Wednesday, August 24, 2016

Apologetic newspaper ad helped repeat drink-driver avoid prison sentence

A man's very public apology for drink-driving has helped to keep him out of prison. 55-year-old Bay Haika appeared in the Christchurch District Court in New Zealand on Tuesday for sentencing having admitted his fourth charge of driving under the influence. Judge John Strettell told him that jail was sometimes imposed for a fourth conviction at a high level.
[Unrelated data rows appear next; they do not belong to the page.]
#include "read/keys.h"

#include <math.h>
#include <stdio.h>
#include <string.h>

#define REQ BH_FILE_REQUEST
#define INS BH_FILE_INSTRUMENT
#define NUM BH_KEY_NUMBER
#define INT BH_KEY_WHOLE
#define TXT BH_KEY_TEXT
#define WRD BH_KEY_WORD
#define FLG BH_KEY_FLAG
#define NUMS BH_KEY_NUMBERS
#define INTS BH_KEY_WHOLES
#define TXTS BH_KEY_TEXTS
#define DUR BH_KEY_DURATION

/* clang-format off */
const bh_key bh_keys[] = {
	/* file section        name                 type  unit   low     high    fallback  words   help */
	{ REQ, "",             "title",             TXT,  "",    0,      120,    "",       NULL, "what the plan is called" },
	{ REQ, "",             "instrument",        TXT,  "",    0,      250,    "",       NULL, "a preset's name, or the path of an instrument file; --instrument goes before it" },
	{ REQ, "",             "anodes",            TXTS, "",    1,      8,      "",       NULL, "anodes to choose among, the first is planned for; left out: all of the instrument" },
	{ REQ, "",             "two_theta",         NUMS, "°",   0,      180,    "",       NULL, "your own limits, {low, high}" },

	{ REQ, "phase",        "space_group",       TXT,  "",    0,      60,     "",       NULL, "Hermann-Mauguin (short or full, any setting), Hall symbol, or number; :1 :2 :H :R choose" },
	{ REQ, "phase",        "cif",               TXT,  "",    0,      400,    "",       NULL, "structure file (CIF, packed or not), from the request's folder; #NAME or #NUMBER behind it chooses a data block" },
	{ REQ, "phase",        "cell",              NUMS, "Å, °",0.5,    500,    "",       NULL, "1 value for cubic, 2 for hexagonal, trigonal and tetragonal, 3 for orthorhombic, or all 6" },
	{ REQ, "phase",        "share",             NUM,  "wt%", 0,      100,    "",       NULL, "of the whole specimen; one phase may leave it out: the rest" },
	{ REQ, "phase",        "size_nm",           NUM,  "nm",  0.5,    1e5,    "",       NULL, "crystallite size; left out: no broadening by size" },
	{ REQ, "phase",        "strain",            NUM,  "",    0,      0.05,   "0",      NULL, "microstrain ε of 4 ε tanθ" },
	{ REQ, "phase",        "march",             NUM,  "",    0.1,    10,     "1",      NULL, "March-Dollase r; below 1: plates lying flat" },
	{ REQ, "phase",        "march_axis",        INTS, "",    -99,    99,     "",       NULL, "plane normal of the texture, {h, k, l}; needed with march" },
	{ REQ, "phase",        "targets",           TXTS, "",    1,      200,    "",       NULL, "planes asked for, like {\"1 0 1\"}; in a d list the d values" },
	{ REQ, "phase",        "d",                 NUMS, "Å",   0.3,    500,    "",       NULL, "a list of distances instead of cell and space group" },
	{ REQ, "phase",        "intensity",         NUMS, "",    0,      1e6,    "",       NULL, "as many as d, on any scale, measured with copper" },
	{ REQ, "phase",        "corundum_ratio",    NUM,  "",    0.01,   100,    "",       NULL, "I/I_c of a d list: gives it rates, good to 20 %" },
	{ REQ, "phase",        "formula",           TXT,  "",    0,      60,     "",       NULL, "composition of a phase without atoms" },
	{ REQ, "phase",        "density",           NUM,  "g/cm³",0.05,  30,     "",       NULL, "density of a phase without atoms" },

	{ REQ, "site",         "element",           TXT,  "",    0,      40,     NULL,     NULL, "symbol" },
	{ REQ, "site",         "at",                NUMS, "",    -10,    10,     NULL,     NULL, "fractional coordinates {x, y, z}" },
	{ REQ, "site",         "occupancy",         NUM,  "",    1e-6,   1,      "1",      NULL, "share of the site that is filled" },
	{ REQ, "site",         "b_iso",             NUM,  "Å²",  0,      20,     "",       NULL, "displacement parameter B; left out: 0.5, and the plan says so" },

	{ REQ, "specimen",     "holder",            WRD,  "",    0,      0,      "flat",   "aluminium flat glass steel zero-background", "what it lies in" },
	{ REQ, "specimen",     "length_mm",         NUM,  "mm",  0.5,    200,    "20",     NULL, "along the beam" },
	{ REQ, "specimen",     "width_mm",          NUM,  "mm",  0.5,    200,    "20",     NULL, "across the beam" },
	{ REQ, "specimen",     "thickness_mm",      NUM,  "mm",  0.001,  100,    "1.5",    NULL, "of the packed powder" },
	{ REQ, "specimen",     "packing",           NUM,  "",    0.05,   1,      "0.6",    NULL, "powder density over X-ray density" },
	{ REQ, "specimen",     "grain_um",          NUM,  "µm",  0.01,   1000,   "10",     NULL, "diameter of the grains" },
	{ REQ, "specimen",     "spin",              FLG,  "",    0,      0,      "false",  NULL, "turned in its plane" },
	{ REQ, "specimen",     "displacement_mm",   NUM,  "mm",  -2,     2,      "0.1",    NULL, "how far off the axis it may lie" },
	{ REQ, "specimen",     "amorphous",         NUM,  "wt%", 0,      99.9,   "0",      NULL, "amorphous part of the whole specimen" },
	{ REQ, "specimen",     "amorphous_formula", TXT,  "",    0,      60,     "",       NULL, "its composition; left out: that of the crystalline mixture" },

	{ REQ, "aim line",     "phase",             TXT,  "",    0,      60,     NULL,     NULL, "name of a phase" },
	{ REQ, "aim line",     "plane",             TXT,  "",    0,      36,     NULL,     NULL, "plane, or d of a list" },
	{ REQ, "aim line",     "area_error",        NUM,  "%",   0.05,   50,     "",       NULL, "wanted standard error of the net area" },
	{ REQ, "aim line",     "position_error",    NUM,  "°2θ", 0.0001, 0.5,    "",       NULL, "wanted standard error of the position" },
	{ REQ, "aim survey",   "at",                NUM,  "wt%", 0.01,   100,    NULL,     NULL, "any phase of corundum ratio 1 at this share shows its 10 % lines, everywhere in range" },

	{ REQ, "unsure",       "share_factor",      NUM,  "",    1,      10,     "1.5",    NULL, "minor shares may be off by this factor" },

	{ REQ, "booking",      "longest",           DUR,  "",    1,      3.6e6,    "",       NULL, "like \"2 h\" or \"90 min\"; left out: no limit" },
	{ REQ, "booking",      "most_ranges",       INT,  "",    1,      50,     "6",      NULL, "ranges that you care to type in" },
	{ REQ, "booking",      "reserve",           NUM,  "%",   0,      90,     "0",      NULL, "of the booking, kept free" },

	{ INS, "",             "title",             TXT,  "",    0,      120,    NULL,     NULL, "one line that says what it is" },
	{ INS, "",             "geometry",          WRD,  "",    0,      0,      "reflection", "reflection", "flat specimen, reflection" },
	{ INS, "",             "note",              TXT,  "",    0,      250,    "",       NULL, "anything else" },

	{ INS, "goniometer",   "radius_mm",         NUM,  "mm",  50,     1000,   NULL,     NULL, "source to specimen, specimen to detector" },
	{ INS, "goniometer",   "two_theta",         NUMS, "°",   -5,     179.5,  NULL,     NULL, "what the arms reach, {low, high}" },
	{ INS, "goniometer",   "smallest_step",     NUM,  "°",   1e-5,   1,      "0.001",  NULL, "smallest step of 2θ" },
	{ INS, "goniometer",   "fastest",           NUM,  "°/s", 0.01,   100,    "5",      NULL, "fastest drive" },
	{ INS, "goniometer",   "settle_s",          NUM,  "s",   0,      60,     "0.3",    NULL, "after each step" },
	{ INS, "goniometer",   "shortest_s",        NUM,  "s",   0.001,  60,     "0.1",    NULL, "shortest count time" },

	{ INS, "tube",         "most_kV",           NUM,  "kV",  10,     150,    NULL,     NULL, "limit of tube and generator" },
	{ INS, "tube",         "most_mA",           NUM,  "mA",  0.01,   1000,   NULL,     NULL, "limit" },
	{ INS, "tube",         "most_W",            NUM,  "W",   1,      50000,  NULL,     NULL, "limit" },
	{ INS, "tube",         "kV",                NUM,  "kV",  5,      150,    NULL,     NULL, "usual setting" },
	{ INS, "tube",         "mA",                NUM,  "mA",  0.01,   1000,   NULL,     NULL, "usual setting" },
	{ INS, "tube",         "takeoff",           NUM,  "°",   1,      45,     "6",      NULL, "take-off angle" },
	{ INS, "tube",         "focus_mm",          NUM,  "mm",  0.005,  5,      "0.04",   NULL, "width of the line focus as the specimen sees it" },
	{ INS, "tube",         "window_um",         NUM,  "µm",  0,      2000,   "300",    NULL, "beryllium window" },
	{ INS, "tube",         "foil",              TXT,  "",    0,      40,     "",       NULL, "element of the Kβ foil; left out: none" },
	{ INS, "tube",         "foil_um",           NUM,  "µm",  0.1,    1000,   "",       NULL, "its thickness; needed with foil" },
	{ INS, "tube",         "foil_side",         WRD,  "",    0,      0,      "detector", "tube detector", "where the foil stands" },
	{ INS, "tube",         "monochromator",     NUM,  "°2θ", 0,      120,    "0",      NULL, "setting angle of a crystal, at least 2; 0: none" },
	{ INS, "tube",         "monochromator_side",WRD,  "",    0,      0,      "detector", "tube detector", "where the crystal stands" },
	{ INS, "tube",         "monochromator_mosaic", NUM, "°", 0.001,  5,      "0.4",    NULL, "angle that the crystal accepts" },
	{ INS, "tube",         "monochromator_reflectivity", NUM, "", 0.001, 1,  "0.3",    NULL, "share of Kα that it passes on" },
	{ INS, "tube",         "ka1_only",          FLG,  "",    0,      0,      "false",  NULL, "an incident crystal that takes Kα2 away" },
	{ INS, "tube",         "throughput",        NUM,  "",    1e-6,   1,      "0.03",   NULL, "measured over calculated rate; 0.03 is a guess" },
	{ INS, "tube",         "throughput_factor", NUM,  "",    1,      10,     "2",      NULL, "how sure: times or divided by this" },
	{ INS, "tube",         "tungsten",          NUM,  "",    0,      0.5,    "0",      NULL, "W Lα1 photons per Kα1 photon of an aged tube" },

	{ INS, "slits",        "divergence",        NUMS, "°",   0.01,   5,      "",       NULL, "fixed divergence slits offered" },
	{ INS, "slits",        "usual",             NUM,  "°",   0.01,   5,      "",       NULL, "the one that is usually in; needed with divergence" },
	{ INS, "slits",        "automatic_length_mm", NUM, "mm", 0,      100,    "0",      NULL, "an automatic slit that lights this length, at least 1, at every angle; 0: none" },
	{ INS, "slits",        "beam_width_mm",     NUM,  "mm",  0.5,    50,     "12",     NULL, "beam across the specimen" },
	{ INS, "slits",        "soller_tube",       NUM,  "°",   0.5,    20,     "",       NULL, "axial opening on the tube's side; left out: none" },
	{ INS, "slits",        "soller_detector",   NUM,  "°",   0.5,    20,     "",       NULL, "axial opening on the detector's side; left out: none" },

	{ INS, "detector",     "kind",              WRD,  "",    0,      0,      NULL,     "slit strip", "one receiving slit, or a strip of channels" },
	{ INS, "detector",     "aperture_mm",       NUM,  "mm",  0.005,  5,      "",       NULL, "receiving slit; needed for a slit" },
	{ INS, "detector",     "pitch_mm",          NUM,  "mm",  0.005,  2,      "",       NULL, "one channel; needed for a strip" },
	{ INS, "detector",     "channels",          INT,  "",    2,      10000,  "",       NULL, "of a strip; needed for a strip" },
	{ INS, "detector",     "height_mm",         NUM,  "mm",  0.5,    100,    NULL,     NULL, "across the diffraction plane" },
	{ INS, "detector",     "sensor",            TXT,  "",    0,      40,     "",       NULL, "absorbing element; left out: efficiency alone" },
	{ INS, "detector",     "sensor_um",         NUM,  "µm",  1,      10000,  "",       NULL, "its thickness; needed with sensor" },
	{ INS, "detector",     "efficiency",        NUM,  "",    0.01,   1,      "0.95",   NULL, "share of absorbed photons that is counted" },
	{ INS, "detector",     "resolution",        NUM,  "",    0.005,  2,      "0.2",    NULL, "ΔE/E at Kα, full width at half maximum" },
	{ INS, "detector",     "window",            NUMS, "",    0,      3,      NULL,     NULL, "pulse heights counted, of the Kα energy, {low, high}" },
	{ INS, "detector",     "tail",              NUM,  "",    0,      0.5,    "0.02",   NULL, "share of pulses that lose part of their charge" },
	{ INS, "detector",     "linear_limit",      NUM,  "/s",  100,    1e9,    NULL,     NULL, "highest rate of one aperture" },
	{ INS, "detector",     "standing",          FLG,  "",    0,      0,      "false",  NULL, "a strip that may stand still" },

	{ INS, "path",         "tube",              WRD,  "",    0,      0,      "air",    "air helium vacuum", "tube to specimen" },
	{ INS, "path",         "detector",          WRD,  "",    0,      0,      "air",    "air helium vacuum", "specimen to detector" },

	{ INS, "profile",      "gauss_tan2",        NUM,  "°²",  -1,     1,      "0",      NULL, "of tan²θ" },
	{ INS, "profile",      "gauss_tan",         NUM,  "°²",  -1,     1,      "0",      NULL, "of tanθ" },
	{ INS, "profile",      "gauss_0",           NUM,  "°²",  0,      1,      NULL,     NULL, "constant" },
	{ INS, "profile",      "lorentz_tan",       NUM,  "°",   0,      1,      "0",      NULL, "of tanθ" },
	{ INS, "profile",      "lorentz_sec",       NUM,  "°",   0,      1,      "0",      NULL, "of 1/cosθ" },

	{ INS, "blank",        "two_theta",         NUMS, "°",   0,      180,    NULL,     NULL, "ascending" },
	{ INS, "blank",        "rate",              NUMS, "/s",  0,      1e6,    NULL,     NULL, "counts/s in one aperture without a specimen, as many" },

	{ INS, "overhead",     "warm_up_s",         NUM,  "s",   0,      86400,  "600",    NULL, "tube and generator" },
	{ INS, "overhead",     "reference_check_s", NUM,  "s",   0,      86400,  "300",    NULL, "a known line before the plan" },
	{ INS, "overhead",     "specimen_change_s", NUM,  "s",   0,      86400,  "180",    NULL, "mounting" },
	{ INS, "overhead",     "per_range_s",       NUM,  "s",   0,      3600,   "15",     NULL, "starting a range" },

	{ INS, "continuum",    "scale",             NUM,  "",    0.01,   100,    "1",      NULL, "factor on the tube's continuum" },
	{ INS, "continuum",    "factor",            NUM,  "",    1,      10,     "1.5",    NULL, "how sure: times or divided by this" },
};
/* clang-format on */
const size_t bh_key_count = sizeof bh_keys / sizeof *bh_keys;

const bh_key *bh_key_find(bh_key_file file, const char *section, const char *name)
{
	for (size_t i = 0; i < bh_key_count; i++)
		if (bh_keys[i].file == file && strcmp(bh_keys[i].section, section) == 0 &&
		    strcmp(bh_keys[i].name, name) == 0)
			return &bh_keys[i];
	return NULL;
}

static void allowed(bh_text *text, const bh_key *key)
{
	switch (key->type) {
	case BH_KEY_TEXT:
	case BH_KEY_TEXTS:
		bh_text_add(text, key->type == BH_KEY_TEXT ? "text" : "texts");
		break;
	case BH_KEY_WORD:
		bh_text_add(text, key->words);
		break;
	case BH_KEY_FLAG:
		bh_text_add(text, "true false");
		break;
	case BH_KEY_DURATION:
		bh_text_add(text, "duration");
		break;
	default:
		bh_text_format(text, "%g to %g", key->low, key->high);
	}
}

void bh_keys_markdown(bh_text *text, bh_key_file file)
{
	const char *section = NULL;

	for (size_t i = 0; i < bh_key_count; i++) {
		const bh_key *key = &bh_keys[i];

		if (key->file != file)
			continue;
		if (!section || strcmp(section, key->section) != 0) {
			bh_text_format(text,
				       "%s**%s**\n\n| key | unit | allowed | default | "
				       "meaning |\n"
				       "|---|---|---|---|---|\n",
				       section ? "\n" : "",
				       *key->section ? key->section : "top level");
			section = key->section;
		}
		bh_text_format(text, "| `%s` | %s | ", key->name, key->unit);
		allowed(text, key);
		bh_text_format(text, " | %s | %s |\n",
			       !key->fallback ? "must be given" : key->fallback,
			       key->help);
	}
}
Haika took out a classified ad in The Press newspaper earlier this year to apologise for his drink driving after being caught driving erratically in central Christchurch on December 18, 2015. He had 1013mcg of alcohol to a litre of breath - more than four times the legal limit. Defence counsel Kerry Cook urged the judge to consider the long gap of 19 years since Haika's last conviction, his genuine remorse and his attendance at a treatment programme. Haika had also taken the "extraordinary step" of publicly apologising by publishing a newspaper advertisement.

Haika's remorse helped him avoid a jail sentence for his fourth drink-driving conviction. "Most people who come to the courts try to keep their offending as private as possible," Cook said. In February, Haika took out a public notice in The Press to say sorry for his actions: "I would like to apologise . . . to the wider communities out there for driving a vehicle under the influence of alcohol," it said. "It's just not worth it!! The harm you can cause to others and your own family/partners, to maim and/or worse cause death, whilst doing a stupid action! for an extra celebration drink or two [sic]."

Judge Strettell said to Haika: "You have taken steps to put yourself through a programme and have apologised generally to others through an advertisement in the paper. That is uncommon, I have to say. It does at least recognise a degree of remorse." But he said Haika had been driving with a high breath-alcohol level and it was clear from his erratic driving that he was a danger on the roads and could not properly control his vehicle. He also took into account the long gap since his last conviction. The judge imposed four months of community detention with a nightly curfew at Haika's Linwood address, 150 hours of community work, nine months of intensive supervision with a special condition that he take alcohol and drug intervention as required and disqualified him for driving for a year.